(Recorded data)
########

"""Wall stability map: a virtual wall's class (passive, active, unstable) over a grid of stiffness x damping.

Two set-ups:

* ``"rig"``: the one-axis rig of :mod:`sim.analysis.rig` (a mass with
  physical viscous damping, the sampled wall law, zero-order hold, sensor and
  control delays), each cell driven the worst way (piecewise-constant
  velocity) and by a push; its defaults come from the scenario
  (:func:`rig_params_for`);
* ``"exo"``: the full exoskeleton: the scenario's ``walls`` variant with its
  plane wall's law replaced cell by cell (:func:`exo_cell_scenario`), run for
  ``duration_s`` (default: the first push-release cycle of the intent,
  :func:`first_cycle_s`) and classified from the run's wall metrics and log
  (:func:`classify_exo_run`).  Its drive is a parameter: ``"wearer"`` (the
  scenario's own wearer pushes) or ``"fixture"`` (the worst way: the robot
  alone, its hand cuff moved at piecewise-constant velocity through the wall
  and back by a :class:`~sim.physics.fixture.HandFixture`, :func:`fixture_drive_cell`).

The grid (stiffness x damping, optionally x period x control delay) is an
embarrassingly parallel map: cells run in a pool of local processes
(:class:`concurrent.futures.ProcessPoolExecutor`, forked on Linux like a
sweep's workers) or on an existing Dask cluster, and come back in grid
order whatever the executor, so the same cells give the same table.  A
sweep's executor (:mod:`sim.experiments.sweep`) is built around run folders,
baselines shared between controllers and resuming; a cell needs none of
that, so a plain process pool does the job.
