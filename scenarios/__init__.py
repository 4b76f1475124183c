"""What we run: short scenario scripts that a user copies and edits."""
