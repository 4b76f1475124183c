"""The simulation API: one scenario under one controller, tick by tick, its trajectory in memory.

One control tick of period T (default 1 ms):

1. the sensors read the plant (encoders, joint torque, cuff force/torque);
2. the controller maps that :class:`~models.records.Measurement` to a
   torque command; it reaches the drives ``Scenario.control_delay_ticks``
   ticks later (:class:`~sim.physics.actuators.CommandDelay`; 0 by default),
   where it is held for the period (zero-order hold);
3. the human's torque is computed from their intent and own state;
4. the plant advances by ``substeps`` semi-implicit Euler steps of T/substeps
   (:class:`~sim.physics.plant.CoupledPlant`), the drives (a lag, or series-elastic motors with their
   torque loop, :func:`~sim.physics.actuators.make_actuators`) stepped alongside;
5. the tick's row is kept: in memory (a :class:`Trajectory`), or streamed to a
   :class:`~sim.loop.runlog.RunLog` as the run goes.

A scenario's timed faults (:mod:`sim.physics.faults`) act at hooks of this
tick through a :class:`~sim.physics.faults.FaultSchedule`: the cuffs' stiffness
before the cuff update, what the encoders read and what the controller gets in
1, what the drives take and deliver in 2 and 4, the wearer's torque in 3.  A
run without faults skips every hook.  The drives take the command in this
order: the controller's, delayed by the run's control delay, then changed by
the active faults (a :class:`~sim.physics.faults.ControlDelay` fault delays the
already delayed command further).

Runs are deterministic: all randomness comes from one seed through
``numpy.random.SeedSequence``; the same seed gives bit-identical rows, whether
the run is stepped, run in memory or streamed to a log.  Wall-clock timings are
kept out of the rows (in :attr:`Trajectory.timing`, a run folder's
``timing.npz``) for that reason.

In a notebook::

    from controllers.registry import make_controller
    from sim import Simulation, load_scenario

    scenario = load_scenario("scenarios/reach.py")
    sim = Simulation(scenario, make_controller("transparent"), seed=1)
    row = sim.step()                    # one tick: row["q_exo"], row["tau_cmd"], ...
    trajectory = sim.run()              # the rest of the run, in memory
    trajectory.arrays["tau_cmd"]        # (ticks, joints) [N m]
    trajectory.save("runs/my-run")      # a run folder, as sim.loop.simulate writes it
"""

from __future__ import annotations

import dataclasses
import math
import time
from collections.abc import Callable, Mapping
from pathlib import Path
from types import MappingProxyType

import numpy as np

from controllers.base import Controller, ControllerContext
from controllers.basic import ZeroTorque
from controllers.registry import make_controller
from controllers.safety import SafetyParams, Supervised
from controllers.tasks import Task
from models.coupling import Assembly, assemble, fit_exo
from models.errors import ParameterError, SandboxError
from models.exo import ExoParams
from models.human import girdle_posture
from models.records import Measurement
from sim.loop.runlog import RunLog, environment_metadata, load_run
from sim.loop.scenario import Scenario
from sim.physics.actuators import CommandDelay, drive_model, make_actuators
from sim.physics.faults import FaultSchedule, FaultTargets, fault_rng
from sim.physics.fixture import FixtureDrive, HandFixture
from sim.physics.plant import CoupledPlant, PlantMode
from sim.physics.sea import SeriesElasticParams
from sim.physics.sensors import ForceSensorBank, ForceTorqueSensor, JointSensing, first_nonfinite
from sim.physics.wearer import HumanMotor

__all__ = ["SimulationError", "Simulation", "Trajectory", "Progress", "Observer", "PLANT_MODES", "build_assembly",
           "drive_params", "drives_metadata", "without_drive_inertia",
           "controller_context", "supervised", "log_columns", "jsonable", "start_run_folder", "finish_run_folder"]

#: Called after every tick with (ticks done, ticks of the run).
Progress = Callable[[int, int], None]
#: Called after every tick with (t_s, q_exo, q_human, cuff forces on the human in world axes (n_cuffs, 3)).
Observer = Callable[[float, np.ndarray, np.ndarray, np.ndarray], None]

#: What a run couples: the exoskeleton and its wearer, the wearer alone (the baseline), the exoskeleton alone.
PLANT_MODES: tuple[str, ...] = ("coupled", "human_alone", "exo_alone")


class SimulationError(SandboxError, RuntimeError):
    """The simulation cannot go on (a non-finite state or command)."""


def without_drive_inertia(exo: ExoParams) -> ExoParams:
    """``exo`` with zero armature and zero joint friction: with series-elastic drives the rotor inertia and the gear
    friction sit on the motor side of the spring (:mod:`sim.physics.sea`), not on the joint."""
    zeros = (0.0,) * len(exo.armature_kg_m2)
    return dataclasses.replace(exo, armature_kg_m2=zeros, viscous_friction_Nm_s_per_rad=zeros,
                               coulomb_friction_Nm=zeros)


def build_assembly(scenario: Scenario) -> Assembly:
    """Models, registration and cuffs of a scenario, strapped at the intent's start posture.

    With series-elastic drives (``Scenario.actuators`` a :class:`~sim.physics.sea.SeriesElasticParams`) the
    exoskeleton is built :func:`without_drive_inertia` (plant and controller model alike).
    """
    hp = scenario.human
    q0 = np.asarray(scenario.intent.start_rad, dtype=float)
    if hp.girdle:
        q0 = girdle_posture(hp, q0)
    exo = scenario.exo
    if isinstance(scenario.actuators, SeriesElasticParams):
        exo = without_drive_inertia(fit_exo(hp) if exo is None else exo)
    return assemble(hp, exo=exo, registration=scenario.registration, cuffs=scenario.cuffs, q_human0=q0)


def drive_params(scenario: Scenario):
    """The drives' parameters of a run: ``scenario.actuators``, a series-elastic one resolved against the
    scenario's exoskeleton as it is before :func:`without_drive_inertia` (its motor inertia and friction
    default to the exoskeleton's armature and joint friction)."""
    p = scenario.actuators
    if isinstance(p, SeriesElasticParams):
        return p.resolved(fit_exo(scenario.human) if scenario.exo is None else scenario.exo)
    return p


def drives_metadata(scenario: Scenario) -> dict:
    """``meta.json``'s ``drives``: the model's name, its (resolved) parameters and the control delay [ticks]."""
    p = drive_params(scenario)
    return {"model": drive_model(p), "parameters": jsonable(p), "control_delay_ticks": scenario.control_delay_ticks}


def controller_context(asm: Assembly, dt_s: float) -> ControllerContext:
    """What the controller of a run knows: its model of the robot, its cuff sensor frames, the period [s]."""
    return ControllerContext(
        arm=asm.exo, cuff_frames={c.name: asm.exo.model.frames[c.exo_frame_id].name for c in asm.cuffs}, dt_s=dt_s)


def jsonable(obj):
    """``obj`` as plain JSON values (dataclasses by field, arrays as lists, a task object by class and public
    attributes, anything else by its ``repr``): what a run records of its scenario in ``meta.json``."""
    if isinstance(obj, Task):  # a task object in a scenario's variants (a user's): its class and public attributes
        cls = type(obj)
        return {"task": obj.name, "class": f"{cls.__module__}.{cls.__qualname__}", "kind": obj.kind,
                "weight": jsonable(obj.weight),
                "attributes": {k: jsonable(v) for k, v in sorted(getattr(obj, "__dict__", {}).items())
                               if not k.startswith("_")}}
    if dataclasses.is_dataclass(obj) and not isinstance(obj, type):
        return {f.name: jsonable(getattr(obj, f.name)) for f in dataclasses.fields(obj)}
    if isinstance(obj, dict):
        return {str(k): jsonable(v) for k, v in obj.items()}
    if isinstance(obj, (list, tuple)):
        return [jsonable(v) for v in obj]
    if isinstance(obj, np.ndarray):
        return obj.tolist()
    if isinstance(obj, (np.floating, np.integer)):
        return obj.item()
    if isinstance(obj, (str, int, float, bool)) or obj is None:
        return obj
    return repr(obj)
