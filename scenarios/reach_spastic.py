"""The seated reach of ``reach.py`` by a wearer with a spastic elbow: first slowly, then fast.

The same postures as the shipped reach, out and back twice: 2 s each way,
then 0.5 s each way.  Reaching out extends the elbow, which stretches its
flexors; their spasticity (``Spasticity.grade("moderate")``: illustrative, not
clinical) resists only above a threshold speed, after a reflex delay, so the
slow reach meets no resistance and the fast one does.  The log's
``tau_human_impairment`` column holds the resisting torque; the report's
"Wearer" section states the impairment and whether the reach was completed.
Copy this file and change the grade, the joints or the speeds.
"""

import dataclasses

from reach import CUP_ON_SHELF, HAND_BESIDE_LAP  # a scenario file imports its neighbours in the folder
from reach import SCENARIO as REACH

from sim import Impairment, JointIntent, Spasticity, Via

SLOW_MOVE_S, FAST_MOVE_S, HOLD_S = 2.0, 0.5, 0.4

SCENARIO = dataclasses.replace(
    REACH,
    name="reach_spastic",
    description="the seated reach with a spastic elbow (moderate), slowly (2 s each way) then fast (0.5 s)",
    intent=JointIntent(
        start_rad=HAND_BESIDE_LAP,
        start_hold_s=0.3,
        vias=(
            Via(CUP_ON_SHELF, move_s=SLOW_MOVE_S, hold_s=HOLD_S),
            Via(HAND_BESIDE_LAP, move_s=SLOW_MOVE_S, hold_s=HOLD_S),
            Via(CUP_ON_SHELF, move_s=FAST_MOVE_S, hold_s=HOLD_S),
            Via(HAND_BESIDE_LAP, move_s=FAST_MOVE_S, hold_s=HOLD_S),
        ),
    ),
    duration_s=6.9,  # 0.3 s + the slow reach out and back (2 x 2.4 s) + the fast one (2 x 0.9 s)
    impairment=Impairment(spasticity=Spasticity.grade("moderate")),
)
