def _bounds_as_hard_rows(make, seed):
    """The same stack with its box bounds written as hard inequality rows by the caller (no lb/ub)."""
    levels, n, hard, lb, ub = make(seed)
    rows, rhs = [], []
    for sign, bound in ((1.0, ub), (-1.0, lb)):
        if bound is not None:
            idx = np.flatnonzero(np.isfinite(bound))
            rows.append(sign * np.eye(n)[idx])
            rhs.append(sign * bound[idx])
    eq = hard.eq if hard is not None else []
    ineq = list(hard.ineq if hard is not None else []) + [(np.vstack(rows), np.concatenate(rhs))]
    return levels, n, Level(eq=eq, ineq=ineq, name="hard and box"), None, None


STACKS = {
    **{f"exo-{s}": functools.partial(_exo_like_stack, s) for s in (0, 1)},
    **{f"exo-rows-{s}": functools.partial(_bounds_as_hard_rows, _exo_like_stack, s) for s in (0, 1)},
    **{f"saturating-rows-{s}": functools.partial(_bounds_as_hard_rows, _saturating_stack, s) for s in (75, 77)},
    **{f"random-rows-{s}": functools.partial(_bounds_as_hard_rows, _random_stack, s) for s in (10, 11)},
    **{f"saturating-{s}": functools.partial(_saturating_stack, s) for s in (75, 77, 79)},
    **{f"random-{s}": functools.partial(_random_stack, s) for s in (10, 11, 12)},
    **{f"degenerate-{s}": functools.partial(_degenerate_stack, s) for s in (20, 21)},
}


@functools.cache
def _stack_and_reference(name):
    levels, n, hard, lb, ub = STACKS[name]()
    return (levels, n, hard, lb, ub), cvxpy_hierarchy(levels, n, hard, lb, ub)


@pytest.mark.parametrize("path", PATHS, ids=PATH_IDS)
@pytest.mark.parametrize("stack", sorted(STACKS))
def test_inequality_stack_equals_level_by_level_cvxpy_solution(stack, path):
    (levels, n, hard, lb, ub), (x_ref, objectives) = _stack_and_reference(stack)
    res = _solve(levels, n, path, hard=hard, lb=lb, ub=ub)
    # reference: cvxpy + Clarabel, level by level with frozen slacks (Kanoun et al. 2011), to 1e-5
    np.testing.assert_allclose(res.x, x_ref, atol=1e-5)
    np.testing.assert_allclose(res.level_residuals, objectives, rtol=1e-5, atol=1e-6)
    if hard is not None:
        for A, b, _ in hard.eq:
            np.testing.assert_allclose(A @ res.x, b, atol=1e-8)
        for C, d, _ in hard.ineq:
            assert np.all(C @ res.x <= d + 1e-8)


@pytest.mark.parametrize("whole", [True, False], ids=["all-levels-per-call", "one-level-per-call"])
@pytest.mark.parametrize("stack", sorted(k for k in STACKS if "-rows-" in k))
def test_compiled_levels_reach_the_cvxpy_point_whether_called_for_all_levels_or_one_at_a_time(stack, whole,
                                                                                               monkeypatch):
    from controllers.hqp import kernels

    monkeypatch.setattr(kernels, "HAVE_CLOCK", whole and kernels.HAVE_CLOCK)
    calls = []
    kernel = kernels.solve_levels_fast
    monkeypatch.setattr(kernels, "solve_levels_fast", lambda *a: calls.append(a[:2]) or kernel(*a))
    (levels, n, hard, lb, ub), (x_ref, objectives) = _stack_and_reference(stack)
    res = solve_hierarchy(levels, n, hard=hard)
    assert calls  # the kernel ran
    if not whole:  # one level per call
        assert all(end == start + 1 for start, end in calls if start < len(levels))
    # reference: cvxpy + Clarabel, level by level with frozen slacks (Kanoun et al. 2011), to 1e-5
    np.testing.assert_allclose(res.x, x_ref, atol=1e-5)
    np.testing.assert_allclose(res.level_residuals, objectives, rtol=1e-5, atol=1e-6)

########

# What to produce
Examine each line of the records above and tally those with the string "active". State the total alone.

# Response below
2